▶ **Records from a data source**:
☆ ☆ ☆

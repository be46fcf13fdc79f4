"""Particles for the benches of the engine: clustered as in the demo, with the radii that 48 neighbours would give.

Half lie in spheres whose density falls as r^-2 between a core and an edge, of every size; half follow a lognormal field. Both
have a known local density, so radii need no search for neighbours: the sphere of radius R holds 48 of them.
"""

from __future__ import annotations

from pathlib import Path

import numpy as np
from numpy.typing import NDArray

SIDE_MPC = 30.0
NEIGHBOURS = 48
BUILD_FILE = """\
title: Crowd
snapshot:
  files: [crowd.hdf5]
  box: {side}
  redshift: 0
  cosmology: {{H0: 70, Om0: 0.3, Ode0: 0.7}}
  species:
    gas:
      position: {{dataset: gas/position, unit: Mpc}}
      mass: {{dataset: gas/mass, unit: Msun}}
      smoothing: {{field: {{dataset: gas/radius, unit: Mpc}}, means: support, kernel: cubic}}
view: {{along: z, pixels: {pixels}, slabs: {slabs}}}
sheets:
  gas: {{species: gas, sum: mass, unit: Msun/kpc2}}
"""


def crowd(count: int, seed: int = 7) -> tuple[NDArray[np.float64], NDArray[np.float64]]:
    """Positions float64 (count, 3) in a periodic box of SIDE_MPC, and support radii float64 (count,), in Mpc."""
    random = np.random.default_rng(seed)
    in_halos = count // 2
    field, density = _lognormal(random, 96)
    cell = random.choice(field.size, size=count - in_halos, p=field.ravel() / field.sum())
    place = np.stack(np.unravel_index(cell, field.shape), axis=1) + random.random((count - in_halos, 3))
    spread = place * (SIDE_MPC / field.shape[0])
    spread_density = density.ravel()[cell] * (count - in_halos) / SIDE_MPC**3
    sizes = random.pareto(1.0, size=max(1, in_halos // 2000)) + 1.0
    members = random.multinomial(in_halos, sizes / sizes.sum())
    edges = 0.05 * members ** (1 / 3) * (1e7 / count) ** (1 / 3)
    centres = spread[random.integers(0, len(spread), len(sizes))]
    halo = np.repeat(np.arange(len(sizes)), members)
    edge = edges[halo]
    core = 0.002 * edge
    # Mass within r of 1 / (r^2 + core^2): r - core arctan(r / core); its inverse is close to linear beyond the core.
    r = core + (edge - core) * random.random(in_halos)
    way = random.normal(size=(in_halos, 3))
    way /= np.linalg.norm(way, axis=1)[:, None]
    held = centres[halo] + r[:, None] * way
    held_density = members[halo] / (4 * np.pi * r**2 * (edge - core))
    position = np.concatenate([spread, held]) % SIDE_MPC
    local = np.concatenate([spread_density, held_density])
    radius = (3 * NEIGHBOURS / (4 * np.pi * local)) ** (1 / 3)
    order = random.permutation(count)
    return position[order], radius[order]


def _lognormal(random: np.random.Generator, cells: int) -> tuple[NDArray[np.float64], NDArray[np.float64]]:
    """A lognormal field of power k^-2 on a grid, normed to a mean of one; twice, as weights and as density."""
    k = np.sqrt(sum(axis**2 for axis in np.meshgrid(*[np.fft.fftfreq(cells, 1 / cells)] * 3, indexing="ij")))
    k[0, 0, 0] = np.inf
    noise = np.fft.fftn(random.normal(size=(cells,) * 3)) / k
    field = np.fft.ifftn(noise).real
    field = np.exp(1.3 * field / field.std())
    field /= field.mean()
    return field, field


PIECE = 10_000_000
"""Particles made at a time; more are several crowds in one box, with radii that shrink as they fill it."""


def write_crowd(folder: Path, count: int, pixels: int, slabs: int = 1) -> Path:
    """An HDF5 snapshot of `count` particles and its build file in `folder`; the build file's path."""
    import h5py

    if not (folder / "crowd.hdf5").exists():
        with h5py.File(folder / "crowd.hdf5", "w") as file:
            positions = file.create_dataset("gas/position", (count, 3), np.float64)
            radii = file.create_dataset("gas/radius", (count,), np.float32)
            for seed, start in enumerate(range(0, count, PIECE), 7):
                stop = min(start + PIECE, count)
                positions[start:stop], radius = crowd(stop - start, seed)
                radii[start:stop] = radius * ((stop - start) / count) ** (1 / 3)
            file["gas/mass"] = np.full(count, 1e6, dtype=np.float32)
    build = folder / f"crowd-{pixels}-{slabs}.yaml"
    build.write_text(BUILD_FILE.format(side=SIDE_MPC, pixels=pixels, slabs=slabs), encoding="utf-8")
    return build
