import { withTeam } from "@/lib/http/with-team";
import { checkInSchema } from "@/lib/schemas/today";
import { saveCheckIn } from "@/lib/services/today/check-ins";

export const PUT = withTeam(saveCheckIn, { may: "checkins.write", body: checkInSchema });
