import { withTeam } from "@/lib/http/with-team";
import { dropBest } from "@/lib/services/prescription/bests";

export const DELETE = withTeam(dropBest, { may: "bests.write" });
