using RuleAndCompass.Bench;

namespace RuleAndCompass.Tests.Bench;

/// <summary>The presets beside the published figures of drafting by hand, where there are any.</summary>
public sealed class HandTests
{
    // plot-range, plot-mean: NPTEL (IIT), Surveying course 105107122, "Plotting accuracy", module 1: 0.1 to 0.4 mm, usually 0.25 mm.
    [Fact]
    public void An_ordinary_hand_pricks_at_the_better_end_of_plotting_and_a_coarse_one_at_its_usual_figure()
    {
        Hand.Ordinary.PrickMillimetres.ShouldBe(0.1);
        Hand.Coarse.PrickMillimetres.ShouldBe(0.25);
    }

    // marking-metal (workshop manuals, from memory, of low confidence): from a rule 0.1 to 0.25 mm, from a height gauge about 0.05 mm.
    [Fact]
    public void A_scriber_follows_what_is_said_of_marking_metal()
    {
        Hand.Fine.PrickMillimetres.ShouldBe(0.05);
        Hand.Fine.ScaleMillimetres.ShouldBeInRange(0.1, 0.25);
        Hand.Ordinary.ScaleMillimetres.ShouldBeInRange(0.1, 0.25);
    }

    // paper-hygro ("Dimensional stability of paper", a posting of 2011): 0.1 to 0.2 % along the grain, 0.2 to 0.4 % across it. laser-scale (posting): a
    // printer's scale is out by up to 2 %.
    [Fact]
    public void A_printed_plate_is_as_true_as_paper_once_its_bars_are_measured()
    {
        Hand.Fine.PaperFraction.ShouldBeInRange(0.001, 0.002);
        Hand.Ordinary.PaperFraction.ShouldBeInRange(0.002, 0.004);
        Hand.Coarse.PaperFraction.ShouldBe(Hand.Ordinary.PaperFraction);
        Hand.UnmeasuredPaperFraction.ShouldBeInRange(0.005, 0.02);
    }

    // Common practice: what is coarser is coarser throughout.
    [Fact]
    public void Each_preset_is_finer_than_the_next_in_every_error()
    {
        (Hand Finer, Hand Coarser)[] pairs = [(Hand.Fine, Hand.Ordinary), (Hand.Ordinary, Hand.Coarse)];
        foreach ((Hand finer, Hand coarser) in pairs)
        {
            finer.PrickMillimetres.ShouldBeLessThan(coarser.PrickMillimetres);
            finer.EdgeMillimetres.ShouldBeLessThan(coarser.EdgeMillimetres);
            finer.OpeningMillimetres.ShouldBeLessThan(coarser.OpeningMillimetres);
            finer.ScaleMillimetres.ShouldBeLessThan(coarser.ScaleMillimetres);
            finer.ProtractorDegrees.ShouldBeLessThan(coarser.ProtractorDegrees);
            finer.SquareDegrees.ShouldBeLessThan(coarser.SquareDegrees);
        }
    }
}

☆ ☆ ☆

Lines containing the word "today" in the entries above should be counted, and only that number given.

2